◆ THE PROBLEM: Which lines of the listing hold the string "truncate"? Show each of them.

◆ DATASET CONTENT:
static int
set_value_text(struct element *el, enum model_key k, const char *text, char **cause)
{
	const struct model_key_def *d = &model_keys[k];
	char *why = NULL;
	double v;

	if (!model_key_applies(k, el->type))
		return fail_with(cause, "element '%s': a %s has no key '%s'",
		    el->id, model_type_name(el->type), model_key_path(k));
	switch (d->kind) {
	case KIND_QUANTITY:
		if (units_parse(text, d->dim, &v, &why) != 0) {
			const char *hint = other_key(el->type, k, text);

			fail_with(cause, "element '%s': %s: %s%s%s%s", el->id,
			    model_key_path(k), why, hint != NULL ? " (for that, use " : "",
			    hint != NULL ? hint : "", hint != NULL ? ")" : "");
			free(why);
			return -1;
		}
		break;
	case KIND_BOOL:
		if (strcmp(text, "true") == 0)
			v = 1;
		else if (strcmp(text, "false") == 0)
			v = 0;
		else
			return fail_with(cause, "element '%s': %s: '%s' is not true or false",
			    el->id, model_key_path(k), text);
		break;
	case KIND_SURFACE:
		if (strcmp(text, "uncoated") == 0)
			v = MODEL_UNCOATED;
		else if (parse_plain(text, &v) != 0)
			return fail_with(cause, "element '%s': %s: '%s' is neither a fraction "
			    "nor uncoated", el->id, model_key_path(k), text);
		else if (v == MODEL_UNCOATED)
			v = 2;          /* typed -1 is out of range, not "uncoated" */
		break;
	case KIND_AXIS:
		if (strcmp(text, "both") == 0)
			v = AXIS_BOTH;
		else if (strcmp(text, "x") == 0)
			v = AXIS_X;
		else if (strcmp(text, "y") == 0)
			v = AXIS_Y;
		else
			return fail_with(cause, "element '%s': %s: '%s' is not both, x or y",
			    el->id, model_key_path(k), text);
		break;
	case KIND_CHOICE: {
		struct buf names;

		for (int i = 0; d->choices[i] != NULL; i++)
			if (strcmp(text, d->choices[i]) == 0)
				return model_set(el, k, i, cause);
		buf_init(&names);
		for (int i = 0; d->choices[i] != NULL; i++)
			buf_printf(&names, "%s%s", i ? ", " : "", d->choices[i]);
		fail_with(cause, "element '%s': %s: '%s' is not one of %s",
		    el->id, model_key_path(k), text, names.s);
		buf_release(&names);
		return -1;
	}
	default:
		if (parse_plain(text, &v) != 0)
			return fail_with(cause, "element '%s': %s: '%s' is not a plain number%s",
			    el->id, model_key_path(k), text,
			    d->kind == KIND_ANGLE ? " (degrees)" : "");
		break;
	}
	return model_set(el, k, v, cause);
}

char *
model_value_text(const struct element *el, enum model_key k)
{
	const struct model_key_def *d = &model_keys[k];
	double v = model_get(el, k);
	char tmp[64], tt[80];

	switch (d->kind) {
	case KIND_QUANTITY:
		units_format_exact(tmp, sizeof tmp, v, d->dim);
		tol_format(tt, sizeof tt, tol_of(el, k), d->dim, 0);
		return xasprintf("%s%s", tmp, tt);
	case KIND_BOOL:
		return xstrdup(v != 0 ? "true" : "false");
	case KIND_AXIS:
		return xstrdup(v == AXIS_X ? "x" : v == AXIS_Y ? "y" : "both");
	case KIND_CHOICE:
		return xstrdup(v >= d->lo && v <= d->hi ? d->choices[(int)v] : "");
	case KIND_SURFACE:
		if (v == MODEL_UNCOATED)
			return xstrdup("uncoated");
		/* FALLTHROUGH */
	default:
		units_format_exact(tmp, sizeof tmp, v, DIM_NONE);
		tol_format(tt, sizeof tt, tol_of(el, k), DIM_NONE, 0);
		return xasprintf("%s%s", tmp, tt);
	}
}
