/**
 * `qforge diff` and the file reading shared by diff and compare: like-with-like comparison of a build
 * folder against an 80-column file, no negative zero in any table, and clean errors (never a stack trace)
 * for missing, unreadable, folder, device and oversized inputs. The polynomials used for the zero test
 * are invented (an argon-like constant Cp of 5/2 R, the kinetic-theory value, common practice).
 */
import { chmod, copyFile, mkdir, truncate, writeFile } from 'node:fs/promises';
import path from 'node:path';
import { describe, expect, it } from 'vitest';
import { compareWithReferences, renderCompareText } from '../../../pipeline/commands/compare.js';
import { diffSets, renderDiffText } from '../../../pipeline/commands/diff.js';
import { inputReadError, MAX_INPUT_BYTES, ReadBuildError, ReadBuildUsageError, readInputFile, type PolynomialSet } from '../../../pipeline/storage/read-build.js';
import type { Nasa7Polynomial } from '../../../src/nasa7/types.js';
import { runCli, sharedBuiltWorkspace } from '../helpers.js';

const workspace = sharedBuiltWorkspace();

function set(label: string, polys: Record<string, Nasa7Polynomial>, format: PolynomialSet['format'] = 'thermo.json'): PolynomialSet {
  return {
    label,
    origin: label,
    format,
    fromFolder: false,
    species: new Map(Object.entries(polys).map(([name, polynomial]) => [name, { name, polynomial }])),
  };
}

// Cp/R = 2.5 (monatomic ideal gas, common practice); a7 chosen so S is ordinary, a6 so H298 ≈ 0.
const monatomic = (a6: number, a7 = 4.37967): Nasa7Polynomial => ({
  tLow: 200,
  tMid: 1000,
  tHigh: 6000,
  low: [2.5, 0, 0, 0, 0, a6, a7],
  high: [2.5, 0, 0, 0, 0, a6, a7],
});

describe('diff of a build folder against an 80-column file', () => {
  it('build vs build/nasa7.txt (either order) reports no changed species', async () => {
    for (const args of [['out', 'out/nasa7.txt'], ['out/nasa7.txt', 'out']]) {
      const r = await runCli(['diff', ...args, '--json'], workspace().root);
      expect(r.code, r.stderr).toBe(0);
      const report = JSON.parse(r.stdout);
      expect(report.changed).toEqual([]);
      expect(report.unchanged).toEqual(['Ar', 'CO', 'H2O', 'N2', 'O']);
      expect(report.notes.join('\n')).toMatch(/out is compared through out\/nasa7\.txt/);
    }
  });

  it('a thermo.json given as a file against nasa7.txt is compared within the 9-digit rounding', async () => {
    const r = await runCli(['diff', 'out/thermo.json', 'out/nasa7.txt'], workspace().root);
    expect(r.code, r.stderr).toBe(0);
    expect(r.stdout).toMatch(/0 changed, 5 unchanged/);
    expect(r.stdout).toMatch(/note: out\/thermo\.json \(full precision\) against out\/nasa7\.txt \(80-column records, 9 digits\)/);
  });

  it('a folder without nasa7.txt against an 80-column file is compared within the rounding as well', async () => {
    const ws = workspace();
    const jsonOnly = path.join(ws.root, 'json-only');
    await mkdir(jsonOnly, { recursive: true });
    await copyFile(path.join(ws.out, 'thermo.json'), path.join(jsonOnly, 'thermo.json'));
    const r = await runCli(['diff', 'json-only', 'out/nasa7.txt', '--json'], ws.root);
    expect(r.code, r.stderr).toBe(0);
    const report = JSON.parse(r.stdout);
    expect(report.changed).toEqual([]);
    expect(report.notes.join('\n')).toMatch(/full precision/);
  });
});

describe('no negative zero in diff and compare tables', () => {
  it('diff prints 0.0000, never -0.0000, for a value that rounds to zero', () => {
    // H(298.15) of these polynomials is about -1e-6 kJ/mol: rounds to zero at 4 decimals.
    const a = set('old', { X: monatomic(-745.375) });
    const b = set('new', { X: monatomic(-745.3751) });
    const text = renderDiffText(diffSets(a, b));
    expect(text).toMatch(/at 298\.15 K: Cp 20\.7862 -> 20\.7862, H 0\.0000 -> 0\.0000/);
    expect(text).not.toMatch(/-0\.0+(?!\d*[1-9])/);
  });

  it('compare prints +0.0000 for a deviation that rounds to zero', () => {
    const build = set('b', { X: monatomic(-745.375) });
    const ref = { file: 'ref.csv', species: new Map([['X', [{ T: 298.15, cp: 20.786199999, h: -0.0000001 }]]]) };
    const report = compareWithReferences(build, [ref], { cp: 0.1, s: 0.1, h: 0.1 });
    const text = renderCompareText(report);
    expect(text).not.toMatch(/-0\.0000(?!\d)/);
    expect(text).toMatch(/H-H298\s+0\.0000\s+0\.0000\s+\+0\.0000/);
  });
});

describe('reading diff/compare inputs: clean errors and exit codes', () => {
  it('a folder given as --reference says "is a folder" (exit 2)', async () => {
    const r = await runCli(['compare', 'out', '--reference', 'db'], workspace().root);
    expect(r.code).toBe(2);
    expect(r.stderr).toMatch(/reference db is a folder; expected a file/);
    expect(r.stderr).not.toMatch(/\n\s+at /);
  });

  it('a device is refused as not a regular file (exit 2)', async () => {
    const r = await runCli(['compare', 'out', '--reference', '/dev/null'], workspace().root);
    expect(r.code).toBe(2);
    expect(r.stderr).toMatch(/reference \/dev\/null is not a regular file/);
  });

  it.skipIf(process.getuid?.() === 0)('an unreadable file (EACCES) is a clean error (exit 2), for diff and compare', async () => {
    const ws = workspace();
    const locked = path.join(ws.root, 'locked.csv');
    await writeFile(locked, 'T [K],Cp [J/(mol K)]\n1000,32.697\n');
    await chmod(locked, 0o000);
    try {
      const c = await runCli(['compare', 'out', '--reference', 'locked.csv'], ws.root);
      expect(c.code).toBe(2);
      expect(c.stderr).toMatch(/reference locked\.csv: permission denied/);
      const d = await runCli(['diff', 'out', 'locked.csv'], ws.root);
      expect(d.code).toBe(2);
      expect(d.stderr).toMatch(/locked\.csv: permission denied/);
    } finally {
      await chmod(locked, 0o644);
    }
  });

  it('maps EACCES/EPERM and ENOENT to usage errors (exit 2), other codes (EIO) to input failures (exit 1)', () => {
    const errno = (code: string) => Object.assign(new Error(code), { code });
    const denied = inputReadError(errno('EACCES'), 'reference', 'x.csv');
    expect(denied).toBeInstanceOf(ReadBuildUsageError);
    expect(denied.message).toBe('reference x.csv: permission denied (EACCES)');
    expect(inputReadError(errno('ENOENT'), 'reference', 'x.csv')).toBeInstanceOf(ReadBuildUsageError);
    const io = inputReadError(errno('EIO'), 'build file', 'y');
    expect(io).toBeInstanceOf(ReadBuildError);
    expect(io.message).toBe('build file y: cannot read it (EIO)');
  });

  it.runIf(process.platform === 'linux')('a file the system fails to read (/proc/self/mem, EIO) is a clean error (exit 1)', async () => {
    const r = await runCli(['diff', 'out', '/proc/self/mem'], workspace().root);
    expect(r.code).toBe(1);
    expect(r.stderr).toMatch(/\/proc\/self\/mem: cannot read it \(EIO\)/);
    expect(r.stderr).not.toMatch(/internal error|\n\s+at /);
  });

  it('a file over the 64 MiB cap is refused before it is read (exit 1)', async () => {
    const ws = workspace();
    const huge = path.join(ws.root, 'huge.txt');
    await writeFile(huge, '');
    await truncate(huge, MAX_INPUT_BYTES + 1); // sparse: no disk space used
    const d = await runCli(['diff', 'out', 'huge.txt'], ws.root);
    expect(d.code).toBe(1);
    expect(d.stderr).toMatch(/build file huge\.txt is too large \(64\.0 MiB\); the limit is 64 MiB/);
    const c = await runCli(['compare', 'out', '--reference', 'huge.txt'], ws.root);
    expect(c.code).toBe(1);
    expect(c.stderr).toMatch(/reference huge\.txt is too large/);
  });

  it('stops reading at the cap even when the size on disk says less (/proc-like files)', async () => {
    const file = path.join(workspace().root, 'ten.txt');
    await writeFile(file, '0123456789');
    await expect(readInputFile(file, 'ten.txt', 'reference', 4)).rejects.toThrow(/ten\.txt is too large/);
    await expect(readInputFile(file, 'ten.txt', 'reference', 10)).resolves.toBe('0123456789');
  });

  it('keeps exit 2 for a missing path and 1 for malformed content', async () => {
    const ws = workspace();
    const missing = await runCli(['diff', 'out', 'nope.txt'], ws.root);
    expect(missing.code).toBe(2);
    expect(missing.stderr).toMatch(/nope\.txt: no such build folder or file/);
    await writeFile(path.join(ws.root, 'garbage.txt'), 'THERMO\nthis is not a record\n');
    const bad = await runCli(['diff', 'out', 'garbage.txt'], ws.root);
    expect(bad.code).toBe(1);
    expect(bad.stderr).toMatch(/garbage\.txt:\d+:/);
  });
});
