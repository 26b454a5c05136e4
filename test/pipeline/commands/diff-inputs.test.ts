/**
 * `qforge diff` explains each change: the recorded input fields that moved (old → new with units), the
 * settings that moved and a code change. Builds of the fixture database (test/fixtures/db); the edits
 * below (a changed wavenumber, a changed fit weight) are written by hand.
 */
import { readFile, writeFile } from 'node:fs/promises';
import path from 'node:path';
import { afterEach, beforeEach, describe, expect, it } from 'vitest';
import { diffInputs, formatInputChange, unitOfPath } from '../../../pipeline/commands/input-diff.js';
import { runCli, tempWorkspace } from '../helpers.js';

describe('diffInputs', () => {
  it('names each differing leaf by its path, old and new, with the unit of the normalised field', () => {
    const a = { vibrations: [{ wavenumber: 3600, degeneracy: 1 }, { wavenumber: 866, degeneracy: 1 }], enthalpyOfFormation: { value: -136100, temperature: 298.15 } };
    const b = { vibrations: [{ wavenumber: 3600, degeneracy: 1 }, { wavenumber: 877, degeneracy: 1 }, { wavenumber: 1200, degeneracy: 1 }], enthalpyOfFormation: { value: -136000, temperature: 298.15 } };
    const changes = diffInputs(a, b);
    expect(changes).toEqual([
      { path: 'enthalpyOfFormation.value', old: -136100, new: -136000, unit: 'J/mol' },
      { path: 'vibrations[1].wavenumber', old: 866, new: 877, unit: 'cm-1' },
      { path: 'vibrations[2]', new: { wavenumber: 1200, degeneracy: 1 } },
    ]);
    expect(changes.map(formatInputChange)).toEqual([
      'enthalpyOfFormation.value -136100 → -136000 J/mol',
      'vibrations[1].wavenumber 866 → 877 cm-1',
      'vibrations[2] added: {"wavenumber":1200,"degeneracy":1}',
    ]);
    expect(formatInputChange({ path: 'sources[1]', old: 'x' })).toBe('sources[1] removed (was "x")');
    expect(diffInputs(a, structuredClone(a))).toEqual([]);
    expect(unitOfPath('fit.sampling_step')).toBe('K');
  });
});

let ws: Awaited<ReturnType<typeof tempWorkspace>>;
beforeEach(async () => {
  ws = await tempWorkspace();
});
afterEach(async () => {
  await ws.cleanup();
});

describe('diff of two builds explains what moved', () => {
  it('one changed vibration wavenumber is named exactly, old → new in cm-1, with the Cp change', async () => {
    expect((await runCli(['build', 'db', '--out', 'before', '--quiet'], ws.root)).code).toBe(0);
    const file = path.join(ws.db, 'H2O.yaml');
    // A hand-made edit of the bending fundamental (1594.75 → 1600 cm-1).
    await writeFile(file, (await readFile(file, 'utf8')).replace('vibrations: [3657.05, 1594.75, 3755.93]', 'vibrations: [3657.05, 1600, 3755.93]'));
    expect((await runCli(['build', 'db', '--out', 'after', '--quiet'], ws.root)).code).toBe(0);
    const report = JSON.parse((await runCli(['diff', 'before', 'after', '--json'], ws.root)).stdout);
    expect(report.changed.map((c: { name: string }) => c.name)).toEqual(['H2O']);
    const [h2o] = report.changed;
    expect(h2o.input_changes).toHaveLength(1);
    expect(h2o.input_changes[0]).toMatchObject({ old: 1594.75, new: 1600, unit: 'cm-1' });
    expect(h2o.input_changes[0].path).toMatch(/^vibrations\[1\]/);
    // A stiffer bend lowers Cp at 1000 K.
    const at1000 = h2o.at.find((a: { t: number }) => a.t === 1000);
    expect(at1000.new.cp).toBeLessThan(at1000.old.cp);
    const text = (await runCli(['diff', 'before', 'after'], ws.root)).stdout;
    expect(text).toMatch(/^ {4}H2O: vibrations\[1\]\S* 1594\.75 → 1600 cm-1; Cp\(1000 K\) -\d\.\d{4} J\/\(mol K\)$/m);
  });

  it('a changed setting is named old → new; a build without recorded inputs says so instead of failing', async () => {
    expect((await runCli(['build', 'db', '--out', 'before', '--quiet'], ws.root)).code).toBe(0);
    const settings = path.join(ws.db, 'qforge.yaml');
    await writeFile(settings, (await readFile(settings, 'utf8')).replace('sampling_step: 20', 'sampling_step: 25'));
    expect((await runCli(['build', 'db', '--out', 'after', '--quiet'], ws.root)).code).toBe(0);

    const report = JSON.parse((await runCli(['diff', 'before', 'after', '--json'], ws.root)).stdout);
    expect(report.format).toBe('qforge-diff/2');
    expect(report.settings_changes).toEqual([{ path: 'fit.sampling_step', old: 20, new: 25, unit: 'K' }]);
    expect(report.changed.length).toBeGreaterThan(0);
    expect(report.code_changed).toBe(false);
    for (const c of report.changed) expect(c.input_changes).toEqual([]);
    const text = (await runCli(['diff', 'before', 'after'], ws.root)).stdout;
    expect(text).toMatch(/^settings changed: fit\.sampling_step 20 → 25 K$/m);

    // An older build: thermo.json without `input`, summary.json without `code_fingerprint`.
    const thermo = path.join(ws.root, 'before', 'thermo.json');
    const db = JSON.parse(await readFile(thermo, 'utf8'));
    for (const s of db.species) delete s.input;
    await writeFile(thermo, JSON.stringify(db));
    const summary = path.join(ws.root, 'before', 'summary.json');
    const sm = JSON.parse(await readFile(summary, 'utf8'));
    delete sm.code_fingerprint;
    await writeFile(summary, JSON.stringify(sm));
    const old = await runCli(['diff', 'before', 'after', '--json'], ws.root);
    expect(old.code, old.stderr).toBe(0);
    const o = JSON.parse(old.stdout);
    expect(o.changed.length).toBeGreaterThan(0);
    for (const c of o.changed) {
      expect(c.inputs_recorded).toBe(false);
      expect(c).not.toHaveProperty('input_changes');
    }
    expect(o).not.toHaveProperty('code_changed');
    expect((await runCli(['diff', 'before', 'after'], ws.root)).stdout).toMatch(/: inputs not recorded; Cp\(1000 K\)/);
  });
});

◆ ANSWER TO THIS PROBLEM:
import { chmod, copyFile, mkdir, truncate, writeFile } from 'node:fs/promises';
    await truncate(huge, MAX_INPUT_BYTES + 1); // sparse: no disk space used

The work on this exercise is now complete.